Period of communicability of syphilis
A case is considered sexually infectious until the end of the early latent period, which is approximately 2 years after infection. Infectious moist mucocutaneous lesions are present in the primary and secondary stages of syphilis, and may recur intermittently in the early latent period. These lesions may not be apparent to the infected individual.
Susceptibility and resistance to syphilis
Everyone is susceptible to infection.
Control measures for syphilis
Education about safe sex practices, including the use of condoms, and early detection of infection by testing of people at risk are the main preventive measures.
Control of case
Penicillin is the drug of choice to treat syphilis.
Further information on the clinical management of patients with syphilis can be found in the latest edition of Therapeutic guidelines: antibiotic.
Because of the requirement for long-term follow-up and possible complications, it is advisable to seek specialist advice for management.
Control of contacts
Sexual contacts should be identified.

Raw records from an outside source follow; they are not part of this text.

// balancingBank: 48 V from 2.7 V, 3000 F cells leaking 5.2 mA: 18 in
// series leave 18 × 2.7 − 48 = 0.6 V of headroom, so the worst-case
// resistor bound (REFERENCES.md 5.5) is 0.6/(17 × 5.2 mA) = 6.79 Ω, 6.2 Ω
// in E24: 48 V²/18²/6.2 Ω = 1.147 W per cell, and R·C = 6.2 × 3000 s =
// 5.17 h, under a day.
func balancingBank() *Design {
	return &Design{
		Name:   "balancing cost",
		Window: Window{MaxV: 48, MinV: 24},
		Load:   Load{Steps: []Step{{PowerW: fp(2000), DurationS: 60}}},
		Cells: []Cell{{ID: "c3000", RatedV: 2.7, CapacitanceF: 3000, ESROhm: 2.8e-4, LeakageA: fp(0.0052),
			CapacitanceTolerancePct: []float64{0, 0}}},
	}
}

// Passive balancing that costs more than its thresholds (REFERENCES.md 5.9:
// 1 % of the mean load power, a self-discharge of at least a day; common
// practice, no source) raises balancing-loss with one more cell in series
// and active balancing beside it.
func TestBalancingLoss(t *testing.T) {
	t.Parallel()
	c := rulesCand(t, balancingBank(), "c3000")
	b := c.Balancing
	if c.Series != 18 || b == nil || b.ResistorOhm == nil {
		t.Fatalf("series %d, balancing %+v", c.Series, b)
	}
	near(t, "resistor", *b.ResistorOhm, 6.2, 1e-12)
	perCell := (48.0 / 18) * (48.0 / 18) / 6.2
	near(t, "string loss", b.LossW, 18*perCell, 1e-12)
	near(t, "bank loss", b.BankLossW, 18*perCell*float64(c.Parallel), 1e-12)
	if b.BankCount != 18*c.Parallel || b.Count != 18 {
		t.Errorf("count %d per string, %d in the bank; want 18 and %d", b.Count, b.BankCount, 18*c.Parallel)
	}
	f := flagOf(c, "balancing-loss")
	if f == nil || f.Severity != Warning {
		t.Fatalf("no balancing-loss warning: %v", c.Flags)
	}
	if len(b.Alternatives) != 2 {
		t.Fatalf("alternatives %+v, want one more in series and active", b.Alternatives)
	}
	more, act := b.Alternatives[0], b.Alternatives[1]
	// 19 in series: headroom 19 × 2.7 − 48 = 3.3 V, bound 3.3/(18 × 5.2 mA)
	// = 35.3 Ω; the 10× rule (48/19)/(10 × 5.2 mA) = 48.6 Ω; 33 Ω in E24.
	if more.Kind != "passive" || more.Series != 19 || more.ResistorOhm == nil || !more.Feasible {
		t.Fatalf("one more in series: %+v", more)
	}
	near(t, "resistor with one more cell", *more.ResistorOhm, 33, 1e-12)
	near(t, "bank loss with one more cell", more.BankLossW, float64(19*more.Parallel)*(48.0/19)*(48.0/19)/33, 1e-12)
	if more.BankLossW >= b.BankLossW/4 || more.ShelfHoldH == nil || b.ShelfHoldH == nil || *more.ShelfHoldH <= *b.ShelfHoldH || more.RuntimeS == nil {
		t.Errorf("one more in series: loss %v W (now %v W), shelf %v h; want far less loss and a longer hold", more.BankLossW, b.BankLossW, more.ShelfHoldH)
	}
	// Active: 10 µA assumed per cell at 48/18 V.
	if act.Kind != "active" || !act.QuiescentAssumed || act.Series != 18 {
		t.Fatalf("active: %+v", act)
	}
	near(t, "active drain", act.BankLossW, 10e-6*48.0/18*float64(18*act.Parallel), 1e-12)
	for _, want := range []string{"19 in series: ", "Active balancing (", "per cell, assumed", "balancing.max_loss_share"} {
		if !strings.Contains(f.Message, want) {
			t.Errorf("message lacks %q: %s", want, f.Message)
		}
	}

	// The other side of each threshold: raise both past the bank's figures
	// and the warning goes; the loss share alone, or the time constant
	// alone, brings it back.
	meanW := c.BankEnergyJ / 60
	share := b.BankLossW / meanW
	tcH := *b.TimeConstantS / 3600
	for _, k := range []struct {
		name       string
		share, tcH float64
		want       bool

		sev Severity
	}{
		{"both just passed", share * 1.001, tcH * 0.999, false, ""},
		{"loss share just under the bank's", share * 0.999, tcH * 0.999, true, Warning},
		// A fast self-discharge alone is a note: it matters off the charger.
		{"time constant just over the bank's", share * 1.001, tcH * 1.001, true, Info},
	} {
		d := balancingBank()
		d.Balancing = &Balancing{MaxLossShare: fp(k.share), MinTimeConstantH: fp(k.tcH)}
		cc := rulesCand(t, d, "c3000")
		if got := flagOf(cc, "balancing-loss") != nil; got != k.want {
			t.Errorf("%s: balancing-loss %v, want %v", k.name, got, k.want)
		} else if got && flagOf(cc, "balancing-loss").Severity != k.sev {
			t.Errorf("%s: severity %q, want %q", k.name, flagOf(cc, "balancing-loss").Severity, k.sev)
		}
		if !k.want && len(cc.Balancing.Alternatives) != 0 {
			t.Errorf("%s: alternatives without the warning", k.name)
		}
	}
	// The same bank with a measured leakage spread of 1 mA: the bound is
	// 0.6/(17 × 1 mA) = 35.3 Ω → 33 Ω, R·C = 27.5 h, 3.9 W per string
	// against a 2 kW load: no warning.
	d := balancingBank()
	d.Balancing = &Balancing{LeakageSpreadA: fp(0.001)}
	if cc := rulesCand(t, d, "c3000"); flagOf(cc, "balancing-loss") != nil {
		t.Errorf("a bank with headroom warns: %v", cc.Balancing)
	}
}

// Energy out of the bank terminals and energy delivered to the load differ
// by the converter's efficiency (the definition of efficiency: P_out =
// η·P_in); current and resistor steps act at the bank terminals.
func TestBankAndLoadEnergy(t *testing.T) {
	t.Parallel()
	d := &Design{
		Window: Window{MaxV: 16, MinV: 8},
		Load: Load{Efficiency: fp(0.9), Steps: []Step{
			{PowerW: fp(100), DurationS: 10}, {CurrentA: fp(5), DurationS: 2}, {PowerW: fp(-50), DurationS: 4},
		}},
		Cells: []Cell{{ID: "c", RatedV: 2.7, CapacitanceF: 350, ESROhm: 3e-3}},
	}
	c := rulesCand(t, d, "c")
	// Load side: 100 W × 10 s delivered, the current step's energy as at the
	// terminals, 50 W × 4 s taken from the charging source.
	currentJ := c.BankEnergyJ - 100/0.9*10 - (-50 * 0.9 * 4)
	near(t, "load energy", c.LoadEnergyJ, 100*10+currentJ-50*4, 1e-9)
	if currentJ <= 5*8*2 || currentJ >= 5*16*2 {
		t.Errorf("current step's energy %v J, want between 5 A × 8 V × 2 s and 5 A × 16 V × 2 s", currentJ)
	}
}

// load.period_s: the continuous-current rating is a heating limit, so the
// RMS current is taken over the time from one event to the next
// (common practice, no source); without a period the pass repeats back to
// back and the report says so.
func TestPeriodForRMSAndHeat(t *testing.T) {
	t.Parallel()
	crank := func() *Design {
		return &Design{
			Name:     "crank assist",
			Window:   Window{MaxV: 16, MinV: 9},
			AmbientC: fp(25),
			Load:     Load{Steps: []Step{{CurrentA: fp(600), DurationS: 1.5}}},
			Cells: []Cell{{ID: "c", RatedV: 2.7, CapacitanceF: 1200, ESROhm: 5.8e-4, MaxCurrentA: fp(90), PeakCurrentA: fp(1000),
				ThermalResistanceKPerW: fp(5.5), MassKg: fp(0.26)}},
		}
	}
	c := rulesCand(t, crank(), "c")
	// 600 A back to back needs 600/90 = 6.67 → 7 strings.
	if c.Limit != "rms_current" || c.Parallel != 7 || flagOf(c, "rms-back-to-back") == nil {
		t.Fatalf("without a period: %d strings set by %q, flags %v; want 7 by rms_current with the note", c.Parallel, c.Limit, c.Flags)
	}
	if c.Thermal == nil || !c.Thermal.BackToBack {
		t.Errorf("thermal %+v, want the back-to-back assumption said", c.Thermal)
	}
	d := crank()
	d.Load.PeriodS = fp(600) // one crank every ten minutes
	p := rulesCand(t, d, "c")
	if p.Limit == "rms_current" || p.Parallel >= c.Parallel || flagOf(p, "rms-back-to-back") != nil {
		t.Errorf("with a 600 s period: %d strings set by %q; want fewer, not by the RMS", p.Parallel, p.Limit)
	}
	// RMS over the period: √(∫i²dt / 600 s); the pass is one 600 A step.
	near(t, "RMS over the period", p.RMSCurrentA, 600*math.Sqrt(1.5/600), 1e-9)
	near(t, "RMS taken over", p.RMSOverS, 600, 0)
	// The thermal steady state of the duty: a constant loss W = I²·R for
	// t_on, then idle to the period. First-order model (REFERENCES.md
	// 3.14): β = W·R_th·(1 − e^(−t_on/τ)); the start of each event settles
	// at x* = β·e^(−idle/τ)/(1 − e^(−T/τ)), and the peak is at the end of
	// the pulse, x*·e^(−t_on/τ) + β.
	th := p.Thermal
	if th == nil || th.DutyPeakRiseK == nil || th.TimeConstantS == nil || th.BackToBack {
		t.Fatalf("thermal %+v", th)
	}
	tau := *th.TimeConstantS
	near(t, "τ", tau, 5.5*0.26*1000, 1e-12)
	rCell := 5.8e-4 * 2 // end of life ×2
	w := math.Pow(600/float64(p.Parallel), 2) * rCell
	beta := w * 5.5 * -math.Expm1(-1.5/tau)
	start := beta * math.Exp(-(600-1.5)/tau) / -math.Expm1(-600/tau)
	near(t, "duty peak rise", *th.DutyPeakRiseK, start*math.Exp(-1.5/tau)+beta, 1e-9)
	near(t, "steady rise over the period", th.SteadyRiseK, w*1.5/600*5.5, 1e-9)
	// A period shorter than the event is refused by field; equal passes.
	short := crank()
	short.Load.PeriodS = fp(1.4)
	fieldErr(t, Validate(short), "load.period_s", "shorter than one event")
	equal := crank()
	equal.Load.PeriodS = fp(1.5)
	if err := Validate(equal); err != nil {
		t.Errorf("a period equal to the event: %v", err)
	}
}

// The worst case applies the minus tolerance on top of end of life by
// default (REFERENCES.md 4.5) and the cold capacitance factor at cold_c,
// interpolated as the ESR's (8.8, 8.3), and says what it applied.
func TestWorstCaseComplete(t *testing.T) {
	t.Parallel()
	mk := func() *Design {
		return &Design{
			Window: Window{MaxV: 16, MinV: 8}, ColdC: fp(-30),
			Load: Load{Steps: []Step{{PowerW: fp(100), DurationS: 10}}},
			Cells: []Cell{
				{ID: "cold", RatedV: 2.7, CapacitanceF: 350, ESROhm: 3e-3, CapacitanceTolerancePct: []float64{-10, 20},
					ColdESRFactor: fp(2), ColdESRTempC: fp(-40), ColdCapacitanceFactor: fp(0.85)},
				{ID: "plain", RatedV: 2.7, CapacitanceF: 350, ESROhm: 3e-3, CapacitanceTolerancePct: []float64{-10, 20},
					ColdESRFactor: fp(2), ColdESRTempC: fp(-40)},
			},
		}
	}
	d := mk()
	c := rulesCand(t, d, "cold")
	kC := math.Pow(0.85, 55.0/65)
	kR := math.Pow(2, 55.0/65)
	near(t, "cold capacitance factor", c.ColdCapacitanceFactor, kC, 1e-12)
	near(t, "tolerance factor", c.ToleranceFactor, 0.9, 1e-12)
	near(t, "worst capacitance", c.WorstCapacitanceF, 350*0.8*0.9*kC*float64(c.Parallel)/float64(c.Series), 1e-12)
	near(t, "worst ESR", c.WorstESROhm, 3e-3*2*kR*float64(c.Series)/float64(c.Parallel), 1e-12)
	near(t, "usable energy at worst case", c.UsableEnergyJ, 0.5*c.WorstCapacitanceF*(16*16-8*8), 1e-12)
	for _, want := range []string{"capacitance ×0.8, ESR ×2", "tolerance −10 %", "at −30 °C: ESR ×1.8", "capacitance ×0.872"} {
		if !strings.Contains(c.WorstCase, want) {
			t.Errorf("worst case %q lacks %q", c.WorstCase, want)
		}
	}
	p := rulesCand(t, d, "plain")
	if p.ColdCapacitanceFactor != 1 || !strings.Contains(p.WorstCase, "capacitance not derated (the cell gives no cold factor)") {
		t.Errorf("no cold capacitance factor: %v, %q", p.ColdCapacitanceFactor, p.WorstCase)
	}
	// eol.apply_tolerance false leaves the tolerance out, and says so.
	off := mk()
	no := false
	off.EOL = &EOL{ApplyTolerance: &no}
	o := rulesCand(t, off, "cold")
	near(t, "worst capacitance without tolerance", o.WorstCapacitanceF, 350*0.8*kC*float64(o.Parallel)/float64(o.Series), 1e-12)
	if o.ToleranceFactor != 1 || !strings.Contains(o.WorstCase, "not applied") {
		t.Errorf("tolerance off: factor %v, %q", o.ToleranceFactor, o.WorstCase)
	}
	// The cold capacitance factor needs its temperature.
	bad := mk()
	bad.Cells[0].ColdESRTempC, bad.Cells[0].ColdESRFactor = nil, nil
	fieldErr(t, Validate(bad), "cells[0].cold_esr_temp_c", "cold_capacitance_factor")
}

// Life is capped at the calendar ceiling (REFERENCES.md 4.6, common
// practice, no source): past it the figure is "at least" the ceiling.
func TestLifeCeiling(t *testing.T) {
	t.Parallel()
	mk := func(ambient float64) *Design {
		return &Design{Window: Window{MaxV: 12, MinV: 6}, AmbientC: fp(ambient),
			Load:  Load{Steps: []Step{{PowerW: fp(10), DurationS: 5}}},
			Cells: []Cell{{ID: "c", RatedV: 2.7, CapacitanceF: 100, ESROhm: 0.01, RatedLifeH: fp(2000), RatedLifeTempC: fp(65)}}}
	}
	// 2000 h × 2^((65 − T)/10) × 2^((2.7 − 2.4)/0.2) at 12/5 = 2.4 V per
	// cell (5 in series): at 15 °C 2000 × 32 × 2.83 = 181 019 h = 20.7 years,
	// at 25 °C 10.3 years.
	hot := rulesCand(t, mk(25), "c")
	want := 2000 * math.Exp2(4) * math.Exp2(0.3/0.2) / hoursPerYear
	if hot.Life == nil || hot.Life.AtLeast {
		t.Fatalf("life %+v", hot.Life)
	}
	near(t, "life under the ceiling", hot.Life.ExpectedYears, want, 1e-12)
	cool := rulesCand(t, mk(15), "c")
	if cool.Life == nil || !cool.Life.AtLeast || cool.Life.ExpectedYears != 15 || flagOf(cool, "life-beyond-rules") == nil {
		t.Errorf("life %+v, want at least 15 years with the flag", cool.Life)
	}
	// A ceiling of 30 years lets the 20.7 through.
	d := mk(15)
	d.Life = &LifeModel{MaxYears: fp(30)}
	if l := rulesCand(t, d, "c").Life; l == nil || l.AtLeast {
		t.Errorf("ceiling 30 years: %+v", l)
	} else {
		near(t, "life under a 30-year ceiling", l.ExpectedYears, want*2, 1e-12)
	}
}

The extent of contact tracing depends on the clinical stage of infection.
For primary syphilis, all people having sexual contact with the index case during the 3 months preceding onset should be evaluated. Such contacts should be treated as for the case, even if their serology is negative.
For secondary syphilis, this period should be extended to 6 months and, for early latent syphilis, to 12 months.
For late latent syphilis, any sexual partners and children of infected women should be evaluated.
For congenital syphilis, all members of the immediate family should be evaluated.
Contact tracing assistance can be provided by the department’s notification officers.
All newborns of mothers with syphilis should be investigated and treated in consultation with a specialist.